Happy New Year to all. And let's try something new.
Many Fed customers (especially DOD) have to document exceptions made to their security settings in order for various SolarWinds products to be installed and configured to work. Can you tell us your top 2 or 3 items that cause this type of "friction" during the installation of SolarWinds products?
For example: before NCM version 7.2.0 many DOD customers had to document and get approval for a DISA STIG Category 1 vulnerability exception in order to run automated jobs - even the critical daily config backup. The root cause was that NCM (before V7.2.0) used Windows Task Scheduler for automated jobs; and Windows Task Scheduler required the storing of a user name and password in a way that apparently is not very secure. So disabling the Microsoft Windows Task Scheduler on the NCM server disabled the automated backup of configurations. If you use NCM then you know the automated daily/weekly backups is likely the key reason to use it, so clearly this was really bad for NCM customers.
Several customers reached out to SolarWinds to ask us to fix this security vulnerability to "reduce friction" during the installation / implementation process. With the release of NCM 7.2 last summer this problem was resolved.

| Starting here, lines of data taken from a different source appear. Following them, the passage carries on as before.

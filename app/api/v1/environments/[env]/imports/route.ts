// GET /api/v1/environments/{env}/imports[?limit=&offset=&sort=&order=&q=&format=] — accepted pushes and uploads: who, when, what.
import { parseParams, parseQuery } from "@/lib/api/query";
import { respond } from "@/lib/api/respond";
import { envParamsSchema } from "@/lib/api/schemas/common";
import { importsQuerySchema, importsResponseSchema } from "@/lib/api/schemas/history";
import { withPermission } from "@/lib/auth/with-permission";
import { getEnvironmentOrThrow } from "@/lib/data/environments";
import { listImports } from "@/lib/data/snapshots";

export const GET = withPermission<{ env: string }>("read", async ({ req, params }) => {
  const { env } = parseParams(params, envParamsSchema);
  const query = parseQuery(req.url, importsQuerySchema);
  const environment = await getEnvironmentOrThrow({ slug: env });
  return respond(importsResponseSchema, await listImports({ environmentId: environment.id, query }));
});
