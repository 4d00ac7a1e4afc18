// GET /api/v1/environments/{env}/incidents/current — what fires now, the probable origin(s), what
// will likely fail next and who to page, read against the newest snapshot; a copyable summary.
import { respond } from "@/lib/api/respond";
import { currentIncidentResponseSchema } from "@/lib/api/schemas/incidents";
import { parseParams } from "@/lib/api/query";
import { envParamsSchema } from "@/lib/api/schemas/common";
import { withPermission } from "@/lib/auth/with-permission";
import { appUrl } from "@/lib/config";
import { getCurrentIncident } from "@/lib/data/incidents";

export const GET = withPermission<{ env: string }>("read", async ({ params }) => {
  const { env } = parseParams(params, envParamsSchema);
  const link = `${appUrl().replace(/\/$/, "")}/environments/${env}/incidents`;
  return respond(currentIncidentResponseSchema, await getCurrentIncident({ slug: env, link }));
});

Another recent example is the type of DB connection caused "friction" for a DOD customer. Apparently connecting to SQL Server via "Windows Authentication mode" is a compliance requirement, while NCM requires the use of "mixed mode authentication". So the customer has to document the exception, get it approved, etc...
This might open a big can of worms, but for those of you that are Federal IT professionals, what are the top 2 or 3 issues that cause friction when installing SolarWinds products?
Feel free to send me a private message if you don't want to make your issues public.